Certainly Jack Burns, the hero of Mr. Irving's bloated and lugubrious new novel, is a victim in spades - and then some.
Not an auspicious start for a good or even mediocre review. And the final paragraph is this brutal sentence:
Jack's "melancholic logorrhea" might yield some useful therapeutic results, but in terms of storytelling, it makes for a tedious, self-indulgent and cruelly eye-glazing read.
Now I find myself in a bit of a quandary because I have literally read every word that John Irving has every published. I am probably one of a dozen or so people who really loved "The Fourth Hand." So, do I trust in the New York Times and Michiko Kakutani and skip this book, or do I risk extreme disappointment? The book is 800 plus pages so its going to be fairly time consuming should I decide to take the risk. My gut instinct is telling me to wait for it to come out in paperback, but read it anyway. At least the financial risk will be less.

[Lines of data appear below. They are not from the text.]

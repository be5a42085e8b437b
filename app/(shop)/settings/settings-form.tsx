"use client";

import { useActionState, useEffect, useRef } from "react";

import { Button } from "@/components/ui/button";
import { Field, SelectField } from "@/components/ui/field";
import { FormStatus } from "@/components/ui/status";
import { initialActionState } from "@/lib/actions/state";
import type { UnitSystem } from "@/lib/calc";
import { GASOLINE } from "@/lib/calc/constants";
import { ETHANOL } from "@/lib/calc/fuel";
import { formatNumber, unitOf } from "@/lib/calc/quantities";
import { PAPER_SIZE_LABELS, PAPER_SIZES } from "@/lib/domain/documents";

import { updateSettingsAction } from "./actions";

/** Suggestions for the time-zone field (any IANA name is taken). */
const TIME_ZONES = [
  "UTC",
  "America/New_York",
  "America/Chicago",
  "America/Denver",
  "America/Phoenix",
  "America/Los_Angeles",
  "America/Anchorage",
  "Pacific/Honolulu",
  "America/Toronto",
  "America/Vancouver",
  "America/Mexico_City",
  "America/Sao_Paulo",
  "Europe/London",
  "Europe/Dublin",
  "Europe/Lisbon",
  "Europe/Paris",
  "Europe/Berlin",
  "Europe/Madrid",
  "Europe/Rome",
  "Europe/Stockholm",
  "Europe/Warsaw",
  "Europe/Helsinki",
  "Africa/Johannesburg",
  "Asia/Dubai",
  "Asia/Kolkata",
  "Asia/Singapore",
  "Asia/Tokyo",
  "Australia/Perth",
  "Australia/Sydney",
  "Pacific/Auckland",
];

export function SettingsForm({
  initial,
  readOnly,
  countries,
  units,
}: {
  initial: Record<string, string>;
  readOnly: boolean;
  countries: { code: string; name: string }[];
  /** The viewer's units: BSFC, line drop and densities are shown and typed in them. */
  units: UnitSystem;
}) {
  const [state, action, pending] = useActionState(updateSettingsAction, initialActionState);
  const formRef = useRef<HTMLFormElement>(null);
  // A refused save goes to the first highlighted field, once its message is drawn.
  useEffect(() => {
    if (state.ok || !state.fieldErrors || Object.keys(state.fieldErrors).length === 0) return;
    formRef.current?.querySelector<HTMLElement>('[aria-invalid="true"]')?.focus();
  }, [state]);
  const v = { ...initial, ...state.values };
  const e = state.fieldErrors ?? {};
  const num = (name: string, label: string, unit: string) => (
    <Field
      key={name}
      label={`${label} (${unit})`}
      name={name}
      inputMode="decimal"
      defaultValue={v[name]}
      error={e[name]}
    />
  );
  /** A fuel property the library knows: its value (in the viewer's units) as the hint. */
  const lib = (name: string, label: string, unit: string, library: string) => (
    <Field
      key={name}
      label={`${label} (${unit})`}
      name={name}
      inputMode="decimal"
      defaultValue={v[name]}
      error={e[name]}
      placeholder={library}
      hint={`Library: ${library}`}
    />
  );
  const bsfc = unitOf("bsfc", units);
  const density = unitOf("density", units);
  const libDensity = (kgPerL: number) => formatNumber("density", kgPerL, units);
  return (
    <form ref={formRef} action={action} noValidate className="mt-4" aria-label="Shop defaults">
      {/* The units the figures below are typed in (the page's, not the "Units" being chosen). */}
      <input type="hidden" name="shownUnits" value={units} />
      <fieldset disabled={readOnly} className="space-y-6">
        <div className="grid gap-4 sm:grid-cols-2">
          <Field label="Shop name" name="shopName" defaultValue={v.shopName} error={e.shopName} />
          <Field label="Phone" name="phone" defaultValue={v.phone} error={e.phone} />
          <Field label="Address" name="address" defaultValue={v.address} error={e.address} />
          <SelectField
            label="Country"
            name="country"
            defaultValue={v.country}
            error={e.country}
            hint="Customers' phone numbers without + are read as from here."
          >
            {countries.map((c) => (
              <option key={c.code} value={c.code}>
                {c.name}
              </option>
            ))}
          </SelectField>
          <Field
            label="Currency"
            name="currency"
            defaultValue={v.currency}
            error={e.currency}
            hint="Three letters, e.g. USD or EUR."
          />
          {num("taxRatePct", "Tax rate", "%")}
          <SelectField label="Units" name="units" defaultValue={v.units} error={e.units}>
            <option value="imperial">Imperial (hp, psi, lb/h, gal)</option>
            <option value="metric">Metric (kW, kPa, cc/min, L)</option>
          </SelectField>
          <SelectField
            label="Paper for PDFs"
            name="paperSize"
            defaultValue={v.paperSize}
            error={e.paperSize}
          >
            {PAPER_SIZES.map((p) => (
              <option key={p} value={p}>
                {PAPER_SIZE_LABELS[p]}
              </option>
            ))}
          </SelectField>
          <Field
            label="Time zone"
            name="timeZone"
            defaultValue={v.timeZone}
            error={e.timeZone}
            hint="For dates on quotes, spec sheets and e-mails, e.g. America/Chicago or Europe/Berlin."
            list="time-zones"
            autoComplete="off"
          />
          <datalist id="time-zones">
            {TIME_ZONES.map((z) => (
              <option key={z} value={z} />
            ))}
          </datalist>
        </div>
        <fieldset className="grid gap-4 sm:grid-cols-2">
          <legend className="mb-2 font-semibold">BSFC rules of thumb</legend>
          {num("bsfcGasolineNa", "Gasoline, NA", bsfc)}
          {num("bsfcGasolineBoosted", "Gasoline, boosted", bsfc)}
          {num("bsfcE85Na", "E85, NA", bsfc)}
          {num("bsfcE85Boosted", "E85, boosted", bsfc)}
        </fieldset>
        <fieldset className="grid gap-4 sm:grid-cols-3">
          <legend className="mb-2 font-semibold">Duty and margins</legend>
          {num("designDutyPct", "Design duty", "%")}
          {num("dutyCautionPct", "Caution above", "%")}
          {num("dutyDangerPct", "Danger above", "%")}
          {num("minPumpMarginPct", "Minimum pump margin", "%")}
          {num("maxLineDropKpa", "Line drop limit", unitOf("pressureDrop", units))}
        </fieldset>
        <fieldset className="grid gap-4 sm:grid-cols-3">
          <legend className="mb-2 font-semibold">Drivetrain loss</legend>
          {num("lossManualPct", "Manual", "%")}
          {num("lossAutomaticPct", "Automatic", "%")}
          {num("lossAwdPct", "AWD", "%")}
        </fieldset>
        <fieldset className="grid gap-4 sm:grid-cols-2">
          <legend className="mb-2 font-semibold">Fuel properties</legend>
          <p className="text-sm text-ink-600 sm:col-span-2">
            Blank: the calculation library&apos;s value. A build may state its own.
          </p>
          {lib(
            "gasolineDensityKgPerL",
            "Gasoline density",
            density,
            libDensity(GASOLINE.densityKgPerL),
          )}
          {lib(
            "gasolineStoichAfr",
            "Gasoline stoichiometric AFR",
            "AFR",
            GASOLINE.stoichAfr.toFixed(2),
          )}
          {lib(
            "ethanolDensityKgPerL",
            "Ethanol density",
            density,
            libDensity(ETHANOL.densityKgPerL),
          )}
          {lib(
            "ethanolStoichAfr",
            "Ethanol stoichiometric AFR",
            "AFR",
            ETHANOL.stoichAfr.toFixed(2),
          )}
        </fieldset>
        <fieldset className="grid gap-4 sm:grid-cols-3">
          <legend className="mb-2 font-semibold">Quotes</legend>
          {num("labourRate", "Labour rate", `${v.currency || "money"} per hour`)}
          {num("depositPct", "Deposit asked on acceptance", "%")}
          {num("quoteValidDays", "Quotes valid for", "days")}
        </fieldset>
        {!readOnly ? (
          <div className="flex items-center gap-4">
            <Button type="submit" disabled={pending}>
              {pending ? "Saving…" : "Save settings"}
            </Button>
            <FormStatus ok={state.ok} message={state.message} />
          </div>
        ) : null}
      </fieldset>
    </form>
  );
}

Speaking of books, I am halfway through "A Long Way Down" by Nick Hornby. So far so good. I'm not overwhelmed with loving it. I can put it down, but I do find myself wondering about the characters and I am not at all sure where they will end up, which is a good thing. Hornby is a lot like Irving in that his characters do detestable things and yet we still feel sympathy for them. They become more than just their label in his words.